[Python-ideas] Proposal: Use mypy syntax for function annotations
Andrew Barnert
abarnert at yahoo.com
Thu Aug 14 08:45:02 CEST 2014
On Aug 13, 2014, at 21:06, Jukka Lehtosalo <jlehtosalo at gmail.com> wrote:
> You could use AnyStr to make the example work with bytes as well:
>
> def word_count(input: Iterable[AnyStr]) -> Dict[AnyStr, int]:
> result = {} #type: Dict[AnyStr, int]
> for line in input:
> for word in line.split():
> result[word] = result.get(word, 0) + 1
> return result
Defining a function as taking an Iterable[AnyStr] and returning a Dict[AnyStr, int], without any way to declare that the two AnyStr are the same type, is exactly what I meant by losing critical information. I pass in something that I know is a text file, and I get out something that are either strings or bytes and I don't know which; what am I going to do with that? If you can't propagate types, static typing doesn't help.

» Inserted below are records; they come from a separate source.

//! Reference checks of filling factors, Hall plateaus, moiré geometry, the line model, line
//! families and the Hofstadter spectrum against values computed outside the project.
//!
//! "check-values §N" refers to the project's table of external check values
//! (shared/reference/check-values.md), whose entries were recomputed independently with
//! arbitrary-precision arithmetic from the exact SI 2019 constants and the published formulas;
//! each check below names the section and the formula's source as listed there.

use approx::assert_relative_eq;
use fanmark_core::families::{
    generate, jain_sequence, CompositeFermionSpec, FamilySpec, LandauSequence,
};
use fanmark_core::filling::{
    density_at_filling, field_at_filling, filling_factor, hall_conductance, hall_plateau_resistance,
};
use fanmark_core::hofstadter::{diophantine, square_lattice_bands, square_lattice_spectrum};
use fanmark_core::line::{Family, Frame, Line};
use fanmark_core::moire::{Moire, GRAPHENE_LATTICE_M};
use fanmark_core::units::{cm2_to_m2, m2_to_cm2};
use fanmark_core::Rational;
use proptest::prelude::*;

fn r(p: i64, q: i64) -> Rational {
    Rational::new(p, q).unwrap()
}

// ---------------------------------------------------------------------------------------------
// Hall plateaus and filling factors
// ---------------------------------------------------------------------------------------------

#[test]
fn hall_plateaus_match_rk_over_nu() {
    // check-values §1, "Hall plateaus, R_xy = R_K/ν" (exact SI 2019 h and e; status V).
    // (ν, R_xy in Ω, σ_xy in µS)
    let rows: [(f64, f64, f64); 11] = [
        (1.0, 25_812.807_459_3, 38.740_458_649),
        (2.0, 12_906.403_729_65, 77.480_917_299),
        (3.0, 8_604.269_153_10, 116.221_375_948),
        (4.0, 6_453.201_864_83, 154.961_834_597),
        (6.0, 4_302.134_576_55, 232.442_751_896),
        (10.0, 2_581.280_745_93, 387.404_586_493),
        (2.0 / 3.0, 38_719.211_188_96, 25.826_972_433),
        (1.0 / 3.0, 77_438.422_377_91, 12.913_486_216),
        (2.0 / 5.0, 64_532.018_648_26, 15.496_183_460),
        (0.5, 51_625.614_918_61, 19.370_229_325),
        (2.5, 10_325.122_983_72, 96.851_146_623),
    ];
    for (nu, rxy, sxy_us) in rows {
        assert_relative_eq!(hall_plateau_resistance(nu), rxy, max_relative = 1e-11);
        assert_relative_eq!(hall_conductance(nu) * 1e6, sxy_us, max_relative = 1e-10);
    }
}

#[test]
fn filling_factor_table() {
    // check-values §2, "Filling factor ν = n h/(e B)" (status V). n in cm⁻², B in T.
    let rows: [(f64, f64, f64); 7] = [
        (1e12, 1.0, 41.356_676_97),
        (1e12, 10.0, 4.135_667_697),
        (1e12, 4.135_667_696_9, 10.000_000_0),
        (2.417_989_242_08e11, 10.0, 1.0),
        (3e12, 14.0, 8.862_145_065),
        (-2e12, 9.0, -9.190_372_66),
        (1e11, 0.5, 8.271_335_394),
    ];
    for (n, b, nu) in rows {
        assert_relative_eq!(filling_factor(cm2_to_m2(n), b), nu, max_relative = 1e-9);
    }
    // check-values §2 "Other checks": n = 1e12 cm⁻² sits at ν = 2 at B = 20.678 338 48 T, and
    // one four-fold LL at 1 T holds 9.671 957e10 cm⁻².
    assert_relative_eq!(
        field_at_filling(cm2_to_m2(1e12), 2.0),
        20.678_338_48,
        max_relative = 1e-9
    );
    assert_relative_eq!(
        m2_to_cm2(density_at_filling(4.0, 1.0)),
        9.671_957e10,
        max_relative = 1e-6
    );
    assert!(filling_factor(1e16, 0.0).is_nan());
}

My point is that the depth you seem to be reaching for is not actually a sweet spot for power vs. simplicity. You could make it simpler by just dropping generics in favor of a handful of special-purpose modifiers (optional, iterable-of), or you could make it more useful by having real parametric types, or at least the equivalent of C++ template templates or Swift arbitrary constraints. What makes Java-style simple generics with subclass constraints the right level of complexity?